== Work required ==
Could you find each line of the data below that contains the word "transposedBasis" and copy those lines?

Stored data:
***

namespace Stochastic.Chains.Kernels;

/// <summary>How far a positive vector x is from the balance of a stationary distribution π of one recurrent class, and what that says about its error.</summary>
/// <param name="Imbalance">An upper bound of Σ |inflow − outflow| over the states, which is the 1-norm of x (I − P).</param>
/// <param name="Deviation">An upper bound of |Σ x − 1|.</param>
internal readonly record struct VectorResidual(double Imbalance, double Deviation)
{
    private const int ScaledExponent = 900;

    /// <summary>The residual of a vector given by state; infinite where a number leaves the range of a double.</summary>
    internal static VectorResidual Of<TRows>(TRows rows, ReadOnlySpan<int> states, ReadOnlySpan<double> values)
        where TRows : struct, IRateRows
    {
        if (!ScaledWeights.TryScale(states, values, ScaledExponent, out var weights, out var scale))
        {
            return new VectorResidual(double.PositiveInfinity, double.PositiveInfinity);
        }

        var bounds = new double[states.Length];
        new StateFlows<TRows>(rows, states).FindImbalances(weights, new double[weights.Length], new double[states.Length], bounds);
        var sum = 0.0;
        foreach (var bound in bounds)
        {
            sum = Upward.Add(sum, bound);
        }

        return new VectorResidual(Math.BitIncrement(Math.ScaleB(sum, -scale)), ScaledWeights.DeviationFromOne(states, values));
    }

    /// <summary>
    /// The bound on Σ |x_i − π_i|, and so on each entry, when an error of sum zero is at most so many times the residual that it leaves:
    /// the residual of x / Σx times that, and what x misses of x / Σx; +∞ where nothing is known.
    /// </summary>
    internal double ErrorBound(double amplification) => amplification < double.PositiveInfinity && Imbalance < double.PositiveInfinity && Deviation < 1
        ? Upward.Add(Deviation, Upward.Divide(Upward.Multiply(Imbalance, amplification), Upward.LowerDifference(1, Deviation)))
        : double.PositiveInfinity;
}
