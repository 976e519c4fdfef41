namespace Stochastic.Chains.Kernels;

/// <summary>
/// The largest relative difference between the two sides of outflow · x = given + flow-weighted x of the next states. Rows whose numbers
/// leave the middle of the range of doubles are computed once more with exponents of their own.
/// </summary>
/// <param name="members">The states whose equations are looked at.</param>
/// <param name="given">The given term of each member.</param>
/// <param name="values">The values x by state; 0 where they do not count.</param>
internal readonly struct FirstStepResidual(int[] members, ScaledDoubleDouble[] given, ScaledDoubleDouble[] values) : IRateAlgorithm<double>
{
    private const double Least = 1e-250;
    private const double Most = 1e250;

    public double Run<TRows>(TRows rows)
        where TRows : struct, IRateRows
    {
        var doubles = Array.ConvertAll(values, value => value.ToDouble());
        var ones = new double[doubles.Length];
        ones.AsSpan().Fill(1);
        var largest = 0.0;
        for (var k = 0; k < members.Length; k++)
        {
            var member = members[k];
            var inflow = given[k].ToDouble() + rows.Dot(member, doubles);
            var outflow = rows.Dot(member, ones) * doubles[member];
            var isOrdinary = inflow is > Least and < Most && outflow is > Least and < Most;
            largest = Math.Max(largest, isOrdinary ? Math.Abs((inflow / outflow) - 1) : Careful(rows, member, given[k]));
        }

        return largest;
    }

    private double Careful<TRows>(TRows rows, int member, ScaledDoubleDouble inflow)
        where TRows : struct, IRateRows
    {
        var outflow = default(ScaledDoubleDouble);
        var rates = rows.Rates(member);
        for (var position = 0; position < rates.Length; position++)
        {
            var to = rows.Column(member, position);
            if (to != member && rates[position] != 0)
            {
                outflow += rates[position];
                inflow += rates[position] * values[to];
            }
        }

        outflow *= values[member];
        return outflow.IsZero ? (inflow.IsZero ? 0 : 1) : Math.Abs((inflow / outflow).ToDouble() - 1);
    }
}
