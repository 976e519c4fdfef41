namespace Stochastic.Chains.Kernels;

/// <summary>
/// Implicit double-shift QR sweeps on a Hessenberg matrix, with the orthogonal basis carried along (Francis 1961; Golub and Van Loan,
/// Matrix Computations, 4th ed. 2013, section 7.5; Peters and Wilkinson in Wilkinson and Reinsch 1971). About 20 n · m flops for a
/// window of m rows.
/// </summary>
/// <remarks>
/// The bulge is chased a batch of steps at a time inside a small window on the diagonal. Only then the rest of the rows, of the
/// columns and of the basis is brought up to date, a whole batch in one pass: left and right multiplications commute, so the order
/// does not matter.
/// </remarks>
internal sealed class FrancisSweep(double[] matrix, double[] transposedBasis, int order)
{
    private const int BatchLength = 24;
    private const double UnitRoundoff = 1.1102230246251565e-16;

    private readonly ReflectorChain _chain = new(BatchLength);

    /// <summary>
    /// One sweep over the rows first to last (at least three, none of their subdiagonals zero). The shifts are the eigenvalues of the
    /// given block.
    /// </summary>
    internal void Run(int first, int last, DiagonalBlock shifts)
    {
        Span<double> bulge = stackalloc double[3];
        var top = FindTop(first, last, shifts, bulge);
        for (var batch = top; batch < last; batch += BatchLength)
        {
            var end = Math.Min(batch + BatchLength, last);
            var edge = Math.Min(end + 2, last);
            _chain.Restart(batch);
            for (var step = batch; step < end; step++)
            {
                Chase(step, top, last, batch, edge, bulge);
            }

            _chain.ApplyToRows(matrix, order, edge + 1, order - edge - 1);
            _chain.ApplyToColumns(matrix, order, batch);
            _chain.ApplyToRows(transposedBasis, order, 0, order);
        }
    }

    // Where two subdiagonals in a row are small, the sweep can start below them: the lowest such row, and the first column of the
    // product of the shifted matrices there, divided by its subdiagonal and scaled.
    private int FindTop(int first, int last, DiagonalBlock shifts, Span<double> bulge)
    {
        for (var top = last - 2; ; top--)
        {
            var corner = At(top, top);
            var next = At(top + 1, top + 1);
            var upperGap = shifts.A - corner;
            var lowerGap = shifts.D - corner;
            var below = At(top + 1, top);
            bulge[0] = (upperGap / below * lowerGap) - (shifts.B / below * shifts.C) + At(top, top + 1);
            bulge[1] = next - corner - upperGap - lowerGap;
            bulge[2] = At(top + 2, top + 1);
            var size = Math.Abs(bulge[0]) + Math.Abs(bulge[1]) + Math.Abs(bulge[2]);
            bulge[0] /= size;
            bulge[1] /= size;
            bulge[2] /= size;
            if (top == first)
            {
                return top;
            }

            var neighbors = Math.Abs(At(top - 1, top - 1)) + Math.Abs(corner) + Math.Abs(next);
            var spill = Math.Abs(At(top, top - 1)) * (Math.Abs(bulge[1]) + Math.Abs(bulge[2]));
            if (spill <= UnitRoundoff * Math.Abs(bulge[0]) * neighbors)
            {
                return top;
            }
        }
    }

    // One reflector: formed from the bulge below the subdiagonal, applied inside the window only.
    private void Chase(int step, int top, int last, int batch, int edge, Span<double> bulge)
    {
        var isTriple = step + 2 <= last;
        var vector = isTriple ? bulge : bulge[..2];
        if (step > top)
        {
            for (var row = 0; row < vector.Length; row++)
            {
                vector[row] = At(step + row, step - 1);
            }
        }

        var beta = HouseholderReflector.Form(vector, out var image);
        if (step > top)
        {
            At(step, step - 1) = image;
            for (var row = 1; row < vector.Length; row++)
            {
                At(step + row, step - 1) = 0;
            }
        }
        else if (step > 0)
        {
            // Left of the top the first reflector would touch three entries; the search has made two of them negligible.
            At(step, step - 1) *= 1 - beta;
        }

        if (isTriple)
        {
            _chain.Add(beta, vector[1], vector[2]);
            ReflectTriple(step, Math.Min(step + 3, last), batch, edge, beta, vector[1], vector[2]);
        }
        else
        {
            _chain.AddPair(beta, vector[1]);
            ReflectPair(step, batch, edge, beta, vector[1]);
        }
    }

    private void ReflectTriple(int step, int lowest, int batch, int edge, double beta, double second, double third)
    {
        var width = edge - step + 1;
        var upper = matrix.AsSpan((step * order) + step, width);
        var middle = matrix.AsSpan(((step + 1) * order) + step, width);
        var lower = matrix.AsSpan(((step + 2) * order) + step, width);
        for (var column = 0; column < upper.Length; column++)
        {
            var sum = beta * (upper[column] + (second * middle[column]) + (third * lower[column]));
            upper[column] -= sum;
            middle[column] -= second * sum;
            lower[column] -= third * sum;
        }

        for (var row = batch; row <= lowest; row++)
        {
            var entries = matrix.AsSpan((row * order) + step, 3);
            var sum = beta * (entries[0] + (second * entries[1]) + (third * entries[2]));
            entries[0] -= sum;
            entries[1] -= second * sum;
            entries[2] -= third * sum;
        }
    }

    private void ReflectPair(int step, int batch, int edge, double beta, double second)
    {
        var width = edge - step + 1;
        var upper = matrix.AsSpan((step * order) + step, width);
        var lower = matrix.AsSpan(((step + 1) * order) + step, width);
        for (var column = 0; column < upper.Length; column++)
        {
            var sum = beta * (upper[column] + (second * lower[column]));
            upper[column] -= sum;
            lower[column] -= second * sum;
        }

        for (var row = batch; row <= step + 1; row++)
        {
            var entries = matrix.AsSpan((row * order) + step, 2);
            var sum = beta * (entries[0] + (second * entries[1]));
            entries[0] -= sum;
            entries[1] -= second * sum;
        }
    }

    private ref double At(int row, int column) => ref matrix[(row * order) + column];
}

***

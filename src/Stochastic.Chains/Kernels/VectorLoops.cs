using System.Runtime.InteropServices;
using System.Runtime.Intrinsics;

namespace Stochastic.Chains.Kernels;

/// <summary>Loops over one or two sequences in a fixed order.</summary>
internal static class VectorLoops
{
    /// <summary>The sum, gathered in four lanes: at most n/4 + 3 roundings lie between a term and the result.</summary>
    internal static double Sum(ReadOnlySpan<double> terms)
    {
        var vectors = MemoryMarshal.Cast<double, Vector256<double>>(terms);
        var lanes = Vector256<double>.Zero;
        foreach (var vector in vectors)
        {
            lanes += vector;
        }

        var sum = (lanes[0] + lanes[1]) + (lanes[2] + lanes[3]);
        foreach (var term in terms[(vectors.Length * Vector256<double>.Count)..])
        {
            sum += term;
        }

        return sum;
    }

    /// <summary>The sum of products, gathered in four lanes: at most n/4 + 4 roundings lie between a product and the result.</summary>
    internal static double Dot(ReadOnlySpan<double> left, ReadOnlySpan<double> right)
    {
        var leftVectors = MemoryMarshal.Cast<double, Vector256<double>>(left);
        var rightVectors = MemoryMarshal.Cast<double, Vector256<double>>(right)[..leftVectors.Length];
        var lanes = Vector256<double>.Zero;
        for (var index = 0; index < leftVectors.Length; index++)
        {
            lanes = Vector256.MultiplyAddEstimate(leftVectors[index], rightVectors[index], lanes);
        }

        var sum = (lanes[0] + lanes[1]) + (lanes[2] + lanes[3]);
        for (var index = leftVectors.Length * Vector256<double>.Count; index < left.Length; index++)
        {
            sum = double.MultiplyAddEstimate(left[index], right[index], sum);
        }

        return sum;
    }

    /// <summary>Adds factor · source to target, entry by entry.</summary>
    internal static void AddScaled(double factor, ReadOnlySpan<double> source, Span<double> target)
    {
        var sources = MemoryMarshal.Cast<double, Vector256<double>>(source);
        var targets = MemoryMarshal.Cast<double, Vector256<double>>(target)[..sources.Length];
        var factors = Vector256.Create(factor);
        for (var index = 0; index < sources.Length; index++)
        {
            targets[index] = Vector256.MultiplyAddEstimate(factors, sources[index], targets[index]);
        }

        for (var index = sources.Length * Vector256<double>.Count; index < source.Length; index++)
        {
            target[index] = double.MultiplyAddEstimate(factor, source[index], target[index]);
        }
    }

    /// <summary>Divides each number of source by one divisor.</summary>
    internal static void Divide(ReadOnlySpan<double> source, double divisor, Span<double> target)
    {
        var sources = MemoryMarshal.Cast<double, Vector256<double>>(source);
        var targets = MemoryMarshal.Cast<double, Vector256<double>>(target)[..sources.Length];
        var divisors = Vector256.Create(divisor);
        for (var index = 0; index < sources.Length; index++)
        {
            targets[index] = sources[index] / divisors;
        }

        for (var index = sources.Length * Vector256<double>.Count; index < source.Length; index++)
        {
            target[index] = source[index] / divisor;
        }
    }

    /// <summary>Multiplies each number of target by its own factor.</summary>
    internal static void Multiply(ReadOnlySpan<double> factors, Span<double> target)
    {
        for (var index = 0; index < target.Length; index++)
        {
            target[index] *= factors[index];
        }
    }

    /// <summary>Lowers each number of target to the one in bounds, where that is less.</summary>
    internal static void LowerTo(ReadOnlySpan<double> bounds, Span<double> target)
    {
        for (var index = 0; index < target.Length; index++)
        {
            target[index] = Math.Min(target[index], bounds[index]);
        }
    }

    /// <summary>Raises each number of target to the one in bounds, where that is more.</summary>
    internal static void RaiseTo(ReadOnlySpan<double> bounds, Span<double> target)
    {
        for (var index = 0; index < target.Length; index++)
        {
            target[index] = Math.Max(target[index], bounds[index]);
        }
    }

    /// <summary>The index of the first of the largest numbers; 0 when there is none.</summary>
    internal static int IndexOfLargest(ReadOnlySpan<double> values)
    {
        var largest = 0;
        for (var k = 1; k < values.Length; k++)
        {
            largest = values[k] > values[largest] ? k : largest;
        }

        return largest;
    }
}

***

== Task result ==
internal sealed class FrancisSweep(double[] matrix, double[] transposedBasis, int order)
            _chain.ApplyToRows(transposedBasis, order, 0, order);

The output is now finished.